November 7, 2012
SSRI Use by Pregnant Woman May Be Too Risky,
Study Warns

Boston—Selective serotonin reuptake inhibitors (SSRIs) may be too risky for use during pregnancy by depressed women, according to a new study.

Researchers from Beth Israel Deaconess Medical Center, Tufts Medical Center, and MetroWest Medical Center warn of the elevated risk of miscarriage, preterm birth, neonatal health complications, and possible longer term neurobehavioral abnormalities, including autism, and recommend that SSRIs be prescribed with great caution and only with full counseling.

“Depression and infertility are two complicated conditions that more often than not go hand in hand. And there are no definitive guidelines for treatment,” said lead author Alice Domar, PhD, Obstetrics and Gynecology, Beth Israel Deaconess Medical Center and Executive Director of the Domar Center for Mind/Body Health at Boston IVF. “We hope to provide a useful analysis of available data to better inform decisions made by women and the providers who care for them.”

For the study appearing recently in the journal Human Reproduction, Domar and colleagues conducted a review of published studies evaluating women with depressive symptoms who took antidepressants while pregnant.

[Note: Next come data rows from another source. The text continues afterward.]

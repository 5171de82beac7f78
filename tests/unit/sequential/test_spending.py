"""Spending functions at their edges; their values stand in tests/published and tests/precise."""

from __future__ import annotations

import pytest

from app.model.plan import Efficacy
from app.sequential.spending import SMALLEST_SPEND, SPENDING_NAMES, spending_function
from tests.sequential_plans import efficacy_named


@pytest.mark.parametrize("name", SPENDING_NAMES)
@pytest.mark.parametrize("alpha", [1e-4, 0.025, 0.1, 0.2])
def test_nothing_is_spent_at_the_start_and_exactly_alpha_from_full_information_on(
    name: str, alpha: float
) -> None:
    spending = spending_function(efficacy_named(name, alpha), alpha)
    assert spending(0.0) == 0.0
    assert spending(1.0) == alpha
    assert spending(1.2) == alpha


@pytest.mark.parametrize("name", SPENDING_NAMES)
def test_spending_never_falls(name: str) -> None:
    spending = spending_function(efficacy_named(name, 0.025), 0.025)
    spent = [spending(percent / 100) for percent in range(101)]
    assert spent == sorted(spent)


def test_a_spend_that_no_double_can_hold_is_zero() -> None:
    spending = spending_function(Efficacy("O'Brien-Fleming-type"), 0.025)
    assert spending(0.0034) == 0.0
    assert spending(0.004) > SMALLEST_SPEND


def test_an_unknown_name_is_a_bug_in_the_caller() -> None:
    with pytest.raises(ValueError, match="spending must be one of"):
        spending_function(Efficacy("Pocock"), 0.025)


@pytest.mark.parametrize("alpha", [0.0, -0.1, 0.5, float("nan")])
def test_an_alpha_outside_its_domain_is_a_bug_in_the_caller(alpha: float) -> None:
    with pytest.raises(ValueError, match="alpha_one_side must lie in"):
        spending_function(Efficacy("Pocock-type"), alpha)
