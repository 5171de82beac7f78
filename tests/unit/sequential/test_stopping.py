"""Inference after a stop: what counts, what is left out, and how a drift becomes a ratio."""

from __future__ import annotations

import math
from dataclasses import replace

import pytest
from scipy.special import ndtr

from app.errors import AccuracyNotReached
from app.model.boundary import LookAsUsed
from app.model.values import Absent
from app.sequential.density import Region
from app.sequential.stopping import Ended, stopping
from tests.sequential_plans import rule_named

RULE = rule_named("O'Brien-Fleming-type", 0.025)


def held(number: int, information: float, efficacy_z: float | Absent, **more: object) -> LookAsUsed:
    return LookAsUsed(
        number, "planned", information, int(information), information / 400, 1.0, efficacy_z, 0.01, False,
        **more,  # type: ignore[arg-type]
    )  # fmt: skip


FIRST, SECOND = held(1, 140.0, 3.61), held(2, 280.0, 2.44)


def test_without_earlier_looks_it_is_the_fixed_test_and_the_naive_interval() -> None:
    found = stopping([], 2.1, 400.0, RULE, 98.0)
    assert found.p_one_sided == pytest.approx(ndtr(-2.1), rel=1e-13)
    assert found.median_unbiased_hazard_ratio == pytest.approx(math.exp(-2.1 / math.sqrt(98.0)), rel=1e-11)
    margin = 1.959963984540054
    expected = [math.exp(-(2.1 + side) / math.sqrt(98.0)) for side in (margin, -margin)]
    assert [found.ci_low, found.ci_high] == pytest.approx(expected, rel=1e-10)
    assert found.level == pytest.approx(0.95, rel=1e-15)


def test_earlier_looks_pull_the_ratio_towards_one() -> None:
    found = stopping([FIRST], 2.6, 280.0, RULE, 69.0)
    naive = math.exp(-2.6 / math.sqrt(69.0))
    assert naive < found.median_unbiased_hazard_ratio < 1.0  # type: ignore[operator]
    assert found.ci_low < found.median_unbiased_hazard_ratio < found.ci_high  # type: ignore[operator]


def test_looks_that_could_not_stop_the_trial_are_left_out() -> None:
    safety = held(2, 150.0, Absent("a safety look has no efficacy bound"))
    assert stopping([FIRST, safety], 2.5, 280.0, RULE, 69.0) == stopping([FIRST], 2.5, 280.0, RULE, 69.0)


def test_non_binding_futility_and_harm_are_left_out_of_account() -> None:
    with_both = replace(FIRST, futility_z=0.5, harm_z=-2.0)
    assert stopping([with_both], 2.5, 280.0, RULE, 69.0) == stopping([FIRST], 2.5, 280.0, RULE, 69.0)


def test_binding_futility_counts() -> None:
    stopped_below = replace(FIRST, futility_z=0.5)
    with_it = stopping([stopped_below], 2.5, 280.0, RULE, 69.0, binding=True)
    without = stopping([FIRST], 2.5, 280.0, RULE, 69.0)
    assert with_it.p_one_sided < without.p_one_sided  # type: ignore[operator]


def test_two_sides_stop_on_both() -> None:
    one = stopping([held(1, 140.0, 1.5)], 1.0, 400.0, RULE, 98.0)
    two = stopping([held(1, 140.0, 1.5)], 1.0, 400.0, replace(RULE, sides=2), 98.0)
    assert two.p_one_sided < one.p_one_sided  # type: ignore[operator]


def test_when_the_event_is_good_the_ratio_is_turned_over() -> None:
    bad = stopping([FIRST], 2.5, 280.0, RULE, 69.0)
    good = stopping([FIRST], 2.5, 280.0, replace(RULE, direction=-1), 69.0)
    assert good.p_one_sided == bad.p_one_sided
    assert good.ci_low * bad.ci_high == pytest.approx(1.0, rel=1e-12)  # type: ignore[operator]
    assert good.ci_low < good.ci_high  # type: ignore[operator]


@pytest.mark.parametrize("variance", [0.0, Absent("no log-rank test")])
def test_without_score_variance_there_is_p_and_no_ratio(variance: float | Absent) -> None:
    found = stopping([FIRST], 2.5, 280.0, RULE, variance)
    assert isinstance(found.p_one_sided, float)
    assert isinstance(found.median_unbiased_hazard_ratio, Absent)
    assert isinstance(found.ci_low, Absent)


def test_a_larger_z_at_the_same_look_says_more() -> None:
    p = [stopping([FIRST, SECOND], z, 400.0, RULE, 98.0).p_one_sided for z in (-1.0, 1.0, 2.0, 3.0)]
    assert p == sorted(p, reverse=True)


def test_an_earlier_stop_says_more_than_a_later_one() -> None:
    early = stopping([FIRST], 2.5, 280.0, RULE, 69.0).p_one_sided
    late = stopping([FIRST, SECOND], 6.0, 400.0, RULE, 98.0).p_one_sided
    assert early < late  # type: ignore[operator]


def test_every_look_but_the_last_needs_a_region() -> None:
    with pytest.raises(ValueError, match="every look but the last needs a region"):
        Ended((0.5, 1.0), (), 2.0)


def test_an_end_that_no_effect_explains_is_not_answered() -> None:
    ended = Ended((1.0, 1.5), (Region(-math.inf, -100.0),), 2.0)
    with pytest.raises(AccuracyNotReached):
        ended.drift_with(0.025)
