"""Hypotheses that wait: when they are tested, in which order, at what level together, and with what error."""

from __future__ import annotations

from dataclasses import replace

import numpy as np
import pytest

from app.model.boundary import Bound, LookAsUsed, Verdict
from app.model.plan import Design, Efficacy, Hypothesis
from app.model.values import Absent
from app.sequential.effect import planned_looks, rules_of
from app.sequential.gatekeeping import (
    family_alpha,
    gated_history,
    gated_verdict,
    in_testing_order,
    opened_at,
)

TRIALS = 200_000
DESIGN = Design(0.025, 1, 0.9, 0.75, 400, (0.5, 1.0))


def planned_bounds(spending: str) -> tuple[Bound, ...]:
    rules = rules_of(DESIGN, Efficacy(spending), experimental_share=0.5, direction=1)
    return rules.bounds((), planned_looks(DESIGN, DESIGN.looks, 0.5, final=False))


BOUNDS = planned_bounds("O'Brien-Fleming-type")
FIRST, LAST = BOUNDS


def held(bound: Bound, z: float | None, crossed: str = "none") -> LookAsUsed:
    information = float(bound.events)
    return LookAsUsed(
        bound.number, "planned", information, bound.events, bound.information_fraction, z,
        bound.efficacy_z, bound.alpha_spent, bound.final, crossed,
    )  # fmt: skip


def hypothesis(name: str, after: str | None = None, alpha: float = 0.025) -> Hypothesis:
    return Hypothesis(name, name.upper(), name, "bad", alpha, 300, Efficacy("Pocock-type"), after)


# --- when the gate opens --------------------------------------------------------------------------------


def test_only_a_crossing_of_efficacy_opens_the_gate_and_it_stays_open() -> None:
    none, here = Verdict("none", None), Verdict("efficacy", 2)
    assert opened_at([held(FIRST, 1.0)], none, 2) is None
    assert opened_at([held(FIRST, 1.0)], here, 2) == 2
    assert opened_at([held(FIRST, 4.0, "efficacy")], Verdict("none", 1), 2) == 1
    for other in ("futility", "harm", "control"):
        assert opened_at([held(FIRST, -4.0, other)], Verdict("none", 1), 2) is None


def test_while_it_waits_nothing_is_crossed_however_large_z() -> None:
    assert gated_verdict([], 9.0, FIRST, 1, None) == Verdict("none", None)
    assert gated_verdict([], 9.0, FIRST, 1, 1) == Verdict("efficacy", 1)


def test_a_z_beyond_its_bound_while_it_waited_has_not_crossed() -> None:
    """Tested with what it holds once the gate is open: 1.5 at the last look, not 9 at the first."""
    past = [held(FIRST, 9.0, "efficacy")]
    assert gated_verdict(past, 1.5, LAST, 1, 2) == Verdict("none", None)
    assert gated_history(past, 2, 1)[0].crossed == "none"
    assert gated_history(past, 1, 1)[0].crossed == "efficacy"


def test_a_final_look_that_came_while_it_waited_decides_once_the_gate_is_open() -> None:
    """No later look has a bound of its own, so else it could never be rejected."""
    over_running = replace(LAST, number=3, efficacy_z=Absent("all alpha is already spent"))
    past = [held(FIRST, 9.0), held(LAST, 2.5)]
    assert gated_verdict(past, 9.0, over_running, 1, None) == Verdict("none", None)
    assert gated_verdict(past, 9.0, over_running, 1, 3) == Verdict("none", 2)
    assert gated_verdict([held(FIRST, 9.0), held(LAST, 1.5)], 9.0, over_running, 1, 3) == Verdict(
        "none", None
    )


def test_what_waits_for_one_that_waited_opens_no_sooner_than_that() -> None:
    past = gated_history([held(FIRST, 1.0), held(LAST, 2.5)], 3, 1)
    assert opened_at(past, Verdict("none", 2), 3, gate=3) == 3
    assert opened_at(past, Verdict("none", 2), 4, gate=3) == 3
    assert opened_at([], Verdict("none", None), 3, gate=3) is None


def test_once_crossed_there_is_no_second_test() -> None:
    assert gated_verdict([held(FIRST, 9.0)], 9.0, LAST, 1, 1) == Verdict("none", 1)


def test_no_z_and_no_bound_cross_nothing() -> None:
    assert gated_verdict([], None, FIRST, 1, 1) == Verdict("none", None)
    unbound = replace(FIRST, efficacy_z=Absent("nothing to spend"))
    assert gated_verdict([], 9.0, unbound, 1, 1) == Verdict("none", None)


# --- order and level ------------------------------------------------------------------------------------


def test_each_comes_after_the_one_it_waits_for() -> None:
    given = [hypothesis("c", "b"), hypothesis("d"), hypothesis("b", "a"), hypothesis("a", "primary")]
    order = [each.name for each in in_testing_order(given)]
    assert sorted(order) == ["a", "b", "c", "d"]
    assert order.index("a") < order.index("b") < order.index("c")


@pytest.mark.parametrize(
    ("hypotheses", "level"),
    [
        ([], 0.02),
        ([hypothesis("a", alpha=0.005)], 0.025),  # split: Bonferroni
        ([hypothesis("a", "primary", 0.02)], 0.02),  # one after the other: no price
        ([hypothesis("a", "primary", 0.025)], 0.025),
        ([hypothesis("a", "primary", 0.015), hypothesis("b", "primary", 0.015)], 0.03),
        ([hypothesis("a", alpha=0.005), hypothesis("b", "a", 0.01)], 0.03),
    ],
)
def test_alphas_add_up_side_by_side_and_the_largest_counts_along_a_chain(
    hypotheses: list[Hypothesis], level: float
) -> None:
    assert family_alpha(0.02, hypotheses) == pytest.approx(level, abs=1e-15)


def test_a_chain_as_long_as_a_plan_file_may_hold_has_a_level() -> None:
    chain = [hypothesis(f"h{at}", f"h{at - 1}" if at else "primary", 0.01) for at in range(1500)]
    assert family_alpha(0.02, chain) == 0.02
    assert family_alpha(0.005, chain) == 0.01


# --- the error of waiting -------------------------------------------------------------------------------


def correlated_z(drift: float, correlation: float) -> tuple[np.ndarray, np.ndarray]:
    """z of both hypotheses at both looks, shape (trials, 2); only the first has an effect."""
    random = np.random.default_rng(20_261_201)
    steps = random.standard_normal((2, TRIALS, 2))
    steps[1] = correlation * steps[0] + np.sqrt(1.0 - correlation**2) * steps[1]
    times = np.array([0.5, 1.0])
    scores = np.cumsum(steps * np.sqrt(np.diff(times, prepend=0.0)), axis=2)
    primary, waiting = scores / np.sqrt(times)
    return primary + drift * np.sqrt(times), waiting


def literal_rejections(primary: np.ndarray, waiting: np.ndarray, bounds: tuple[float, float]) -> np.ndarray:
    """The second hypothesis at each look from the one at which the first has crossed."""
    opens = primary[:, 0] >= FIRST.efficacy_z
    late = ~opens & (primary[:, 1] >= LAST.efficacy_z)
    return (opens & (waiting[:, 0] >= bounds[0])) | ((opens | late) & (waiting[:, 1] >= bounds[1]))


@pytest.mark.parametrize("drift", [1.5, 3.0, 4.5])
@pytest.mark.parametrize("spending", ["O'Brien-Fleming-type", "Pocock-type"])
def test_a_hypothesis_that_waits_keeps_its_level_whatever_the_first_one_does(
    drift: float, spending: str
) -> None:
    first, last = planned_bounds(spending)
    primary, waiting = correlated_z(drift, 0.9)
    rate = literal_rejections(primary, waiting, (first.efficacy_z, last.efficacy_z)).mean()
    assert rate <= 0.025 + 3.0 * np.sqrt(0.025 * 0.975 / TRIALS)


def test_testing_it_at_its_nominal_level_when_the_gate_opens_does_not() -> None:
    """The fault that Hung, Wang & O'Neill (2007) describe: 1.96 at whichever look opens the gate."""
    primary, waiting = correlated_z(3.0, 0.9)
    opens = primary[:, 0] >= FIRST.efficacy_z
    late = ~opens & (primary[:, 1] >= LAST.efficacy_z)
    naive = (opens & (waiting[:, 0] >= 1.96)) | (late & (waiting[:, 1] >= 1.96))
    assert naive.mean() > 0.025 + 10.0 * np.sqrt(0.025 * 0.975 / TRIALS)


def test_the_verdicts_are_those_of_the_literal_rule() -> None:
    primary, waiting = correlated_z(3.0, 0.9)
    literal = literal_rejections(primary, waiting, (FIRST.efficacy_z, LAST.efficacy_z))
    for trial in range(2_000):
        (one, two), (z, later) = primary[trial], waiting[trial]
        open_first = opened_at([], Verdict("efficacy" if one >= FIRST.efficacy_z else "none", None), 1)
        before = gated_verdict([], z, FIRST, 1, open_first)
        past = [held(FIRST, one, "efficacy" if open_first else "none")]
        crosses = "efficacy" if two >= LAST.efficacy_z and not open_first else "none"
        stands = gated_verdict(
            [held(FIRST, z, before.crossed)], later, LAST, 1, opened_at(past, Verdict(crosses, None), 2)
        )
        assert (stands.first_crossed is not None) == literal[trial]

“There are three main points that stand out from our review of the scientific studies on this topic,” explained senior author Adam Urato, MD, chairman of Obstetrics and Gynecology at MetroWest Medical Center and a Maternal-Fetal Medicine specialist at Tufts Medical Center. “First, there is clear and concerning evidence of risk with the use of the SSRI antidepressants by pregnant women, evidence that these drugs lead to worsened pregnancy outcomes. Second, there is no evidence of benefit, no evidence that these drugs lead to better outcomes for moms and babies. And third, we feel strongly that patients, obstetrical providers, and the public need to be fully aware of this information.”

Antidepressants are the most commonly prescribed medication for Americans between 18 and 44 years of age, coinciding with childbearing years for most women.

Infertility becomes more common for women in their late 30s and early 40s. “According to the Centers for Disease Control, more than 1 percent of the babies born in the USA each year are the result of an IVF cycle,” the authors write. “And most women will report symptoms of depression during infertility treatment, especially following unsuccessful treatment cycles.” In fact, the report points out, as many as 11% of women undergoing fertility treatments are on SSRIs.

“There is enough evidence to strongly recommend that great caution be exercised before prescribing SSRI antidepressants to women who are pregnant or who are attempting to get pregnant, whether or not they are undergoing infertility treatment,” added Domar. “We want to stress that depressive symptoms should be taken seriously and should not go untreated prior to or during pregnancy, but there are other options out there that may be as effective, or more effective than SSRIs without all the attendant risks.”

The authors recommend psychotherapy, including cognitive-behavioral therapy, and physical exercise as good alternatives.